# Gas question in Europe



## JimmyBee (Jul 14, 2010)

I've currently got a system which has 1 LPG bottle and 1 Propane.

2 months into at least a year travelling around all of Europe.

As far as I can see the propane bottle is virtually useless now it's empty. I can't get it filled up.

What's the best solution likely to be. 

Operating with just 1 LPG bottle is hardly ideal as not all countries sell LPg in the number of garages we do in the UK.

Any bright ideas??

Thanks


----------



## raynipper (Aug 4, 2008)

Dump the empty bottle and buy one locally in whatever country you are going to spend most time in.
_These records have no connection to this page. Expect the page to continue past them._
"""An organisation's registry: sites with their buildings and invented normals, units spread over the
buildings, and each unit's component tree."""

from __future__ import annotations

import datetime as dt
import math

from .common import GenerationRun, bulk
from .names import PLACE_A, PLACE_B, SPACE_KINDS
from .parts import PARTS, UNIT_KINDS


def normals(lat: float) -> tuple[list[float], list[float]]:
    """Invented monthly normals, colder further north; minimum below maximum every month."""
    base = 24.0 - 0.55 * (lat - 30)
    amp = 6 + 0.12 * (lat - 30)
    mins, maxs = [], []
    for m in range(12):
        season = -math.cos(2 * math.pi * (m + 0.5 - 0.5) / 12)  # coldest in January
        mean = base - 12 + amp * season
        mins.append(round(mean - 4.5, 1))
        maxs.append(round(mean + 4.5, 1))
    return mins, maxs


def sites_create(*, org, slug: str, n_sites: int, manager, run: GenerationRun) -> tuple[list, list]:
    """``n_sites`` sites, each with 1–3 buildings; the property manager is granted the first fifth.
    Returns (sites, buildings)."""
    from accounts.models import SiteGrant
    from inventory.models import Building, Site

    rng = run.rng
    sites = []
    for i in range(n_sites):
        lat = round(rng.uniform(44.0, 60.0), 4)
        lon = round(rng.uniform(-5.0, 25.0), 4)
        mins, maxs = normals(lat)
        sites.append(
            Site(
                organisation=org,
                code=f"{slug}-s{i:04d}",
                name=f"{rng.choice(PLACE_A)} {rng.choice(PLACE_B)} {i}",
                address=f"{rng.randint(1, 200)} {rng.choice(PLACE_A)} Road, Invented Town",
                latitude=lat,
                longitude=lon,
                altitude_m=round(rng.uniform(0, 400)),
                time_zone="Europe/Berlin",
                normals_min_c=mins,
                normals_max_c=maxs,
            )
        )
    sites = bulk(Site, sites)
    buildings = []
    for site in sites:
        for b in range(rng.randint(1, 3)):
            buildings.append(
                Building(site=site, code=f"b{b + 1}", name=f"Block {chr(65 + b)}", floors=rng.randint(1, 12))
            )
    buildings = bulk(Building, buildings)
    bulk(SiteGrant, [SiteGrant(user=manager, site=s) for s in sites[: max(1, len(sites) // 5)]])
    return sites, buildings


def ahus_create(*, buildings: list, n_ahus: int, run: GenerationRun) -> tuple[list, list[int]]:
    """``n_ahus`` units spread round-robin over the buildings, so every site has some.
    Returns (units, the index in ``UNIT_KINDS`` of each unit's kind)."""
    from inventory.models import AHU

    rng = run.rng
    ahus, kinds = [], []
    per_building: dict[int, int] = {}
    for i in range(n_ahus):
        building = buildings[i % len(buildings)]
        per_building[building.pk] = per_building.get(building.pk, 0) + 1
        kind_index = rng.randrange(len(UNIT_KINDS))
        heat_recovery, full_oa, _parts = UNIT_KINDS[kind_index]
        airflow = round(rng.uniform(0.8, 8.0), 2)
        ahus.append(
            AHU(
                building=building,
                tag=f"AHU-{per_building[building.pk]:02d}",
                label_code=run.codes.new("U"),
                location=rng.choice(["Roof plant room", "Basement plant room", "Level 2 plant room"]),
                area_served=f"Floors {rng.randint(1, 3)}–{rng.randint(4, 9)}",
                space_kind=rng.choice(SPACE_KINDS),
                floor_area_m2=round(airflow * 700),
                design_occupants=int(airflow * 50),
                design_supply_airflow_m3s=airflow,
                design_min_oa_fraction=1.0 if full_oa else round(rng.uniform(0.15, 0.5), 2),
                full_outdoor_air=full_oa,
                heat_recovery=heat_recovery,
                supply_air_setpoint_c=round(rng.uniform(15, 19), 1),
                duct_static_setpoint_pa=round(rng.uniform(200, 350)),
                service_start=run.today - dt.timedelta(days=rng.randint(run.years * 365 + 30, 20 * 365)),
            )
        )
        kinds.append(kind_index)
    ahus = bulk(AHU, ahus)
    run.counted("ahus", len(ahus))
    return ahus, kinds


# IEC standard motor ratings, W (IEC 60072-1, common practice): a fan's motor is the part's listed one or, on a unit
# whose airflow needs more, the next size up from the air power at an overall efficiency of 0.7, so every generated
# fan passes the registry's spec check (a motor never below its fan's air power; engineering.registry_checks).
MOTOR_SIZES_W = (750, 1100, 1500, 2200, 3000, 4000, 5500, 7500, 11000, 15000, 18500, 22000, 30000, 37000, 45000)


def part_specs(part: str, airflow: float) -> dict:
    """The specs of ``part`` with "@airflow" read as ``airflow``, and a fan's motor sized up where that needs it."""
    specs = {k: (airflow if v == "@airflow" else v) for k, v in PARTS[part][2].items()}
    if "motor_power_w" in specs and "design_pressure_pa" in specs:
        needed = airflow * specs["design_pressure_pa"] / 0.7
        if specs["motor_power_w"] < needed:
            specs["motor_power_w"] = next((s for s in MOTOR_SIZES_W if s >= needed), MOTOR_SIZES_W[-1])
    return specs


def components_create(*, ahus: list, kinds: list[int], run: GenerationRun) -> dict[int, list]:
    """Each unit's component tree: top-level parts first, then the children that point at them.
    Returns each unit's filter banks by unit id."""
    from inventory.models import Component

    tops, pending_children = [], []
    for ahu, kind_index in zip(ahus, kinds, strict=True):
        for pos, entry in enumerate(UNIT_KINDS[kind_index][2]):
            part, child = (entry, None) if isinstance(entry, str) else entry
            kind, name, _ = PARTS[part]
            comp = Component(
                ahu=ahu,
                kind=kind,
                name=name,
                label_code=run.codes.new("C"),
                specs=part_specs(part, ahu.design_supply_airflow_m3s),
                position=pos * 10,
            )
            tops.append(comp)
            if child:
                pending_children.append((comp, child, pos * 10 + 1))
    tops = bulk(Component, tops)
    children = []
    for parent, part, pos in pending_children:
        kind, name, _ = PARTS[part]
        children.append(
            Component(
                ahu_id=parent.ahu_id,
                parent=parent,
                kind=kind,
                name=name,
                label_code=run.codes.new("C"),
                specs=part_specs(part, 0),
                position=pos,
            )
        )
    bulk(Component, children)
    run.counted("components", len(tops) + len(children))
    filters_by_ahu: dict[int, list] = {}
    for comp in tops:
        if comp.kind == "filter_bank":
            filters_by_ahu.setdefault(comp.ahu_id, []).append(comp)
    return filters_by_ahu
Most French gas outlets now only charge €1 deposit on the bottle and then you can exchange all over the country.

Ray.


----------



## ActiveCampers (Jun 17, 2005)

We would suggest Gaslow refillable system. We use it. There are more places than you think to fill up. Spain is tight though, as is Denmark and Morocco, but apart from them (and Spain you CAN get gas in some places if you plan properly).


----------



## Zebedee (Oct 3, 2007)

Hi Active

I think that's what Jimmy means by an LPG bottle.

*Jimmy*. Can also confrim what Ray said, and if you get one of these http://tiny.cc/xgpr8 it will screw onto the French bottle and your standard Calor propane fitting can be used without any fiddling at all.

Beware that you buy a propane bottle though, and not butane. Some French supermarket bottles are all the same colour, with only a little label around the neck to say which gas it is.

Dave


----------



## grizzlyj (Oct 14, 2008)

Hi

Dump I'm sure means leave it at the place you buy a new one! 

I got a butane bottle from a small Carrefour who only wanted a signature, no address. Prior to that a propane from a supplier who wanted an address so I created one.

I've always viewed the "deposit" on a UK bottle they charge you when you start as a maintainance fee, which Calor do describe it as somewhere. Its not a deposit, or you would get it back which I think noone has done for years, I certainly havn't! So losing that after a few years of use, and paying for a new bottle from whoever I don't mind doing.

That new fee may balance out the fuel burnt in dragging round a useless lump of metal for 10 months!

Unless you can find someone heading the other way with a bottle you can make use of?


Jason


----------



## pippin (Nov 15, 2007)

Can you fit a second (Gaslow?) refillable bottle?

Difficult to get though if you are already abroad.


----------



## cronkle (May 1, 2005)

I'm also guessing that you have a system like Gaslow. 

If you have you should be able to use the pig-tail that connects to the Gaslow to connect to a large number of continental bottles. That would, of course, mean that you would have to go straight from the bottle to the regulator and leave the changeover system out of the equation. Alternatively you would have to buy a pigtail that matches any new bottle that you buy.

I carry the device that Zebadee has given a link to (just in case) but if you are already in Europe you may have difficulty getting hold of one. Of course you would have to get rid of the surplus bottle to make room for the new one.


----------



## CliveMott (Mar 10, 2008)

Many places in Spain will re-fill ANY Propane / LPG bottle. Calor included! Just an observation!!

However a LARGE bulk tank is best and a handfull of filling adapters then you can fill up anywhere. Unless its Africa or parts of Scandinavia when you will have wished your van was gas free and everything ran off diesel, this being the only universal fuel.

C.


----------



## Skar (Jul 13, 2010)

grizzlyj said:


> I've always viewed the "deposit" on a UK bottle they charge you when you start as a maintainance fee, which Calor do describe it as somewhere. Its not a deposit, or you would get it back which I think noone has done for years, I certainly havn't! So losing that after a few years of use, and paying for a new bottle from whoever I don't mind doing.


I needed an extra bottle in August, took it back last week and got 70% of the "deposit" back, you need the paperwork though.


----------



## Wizzo (Dec 3, 2007)

What Clive says is correct in that you can get your Propane bottle refilled but what he omitted to say is that I believe you will need to be at a LPG depot rather than a petrol station forecourt. There is such a place in Portugal at Quelfes in the Algarve that will fill any Propane bottle other than a local one.

JohnW


----------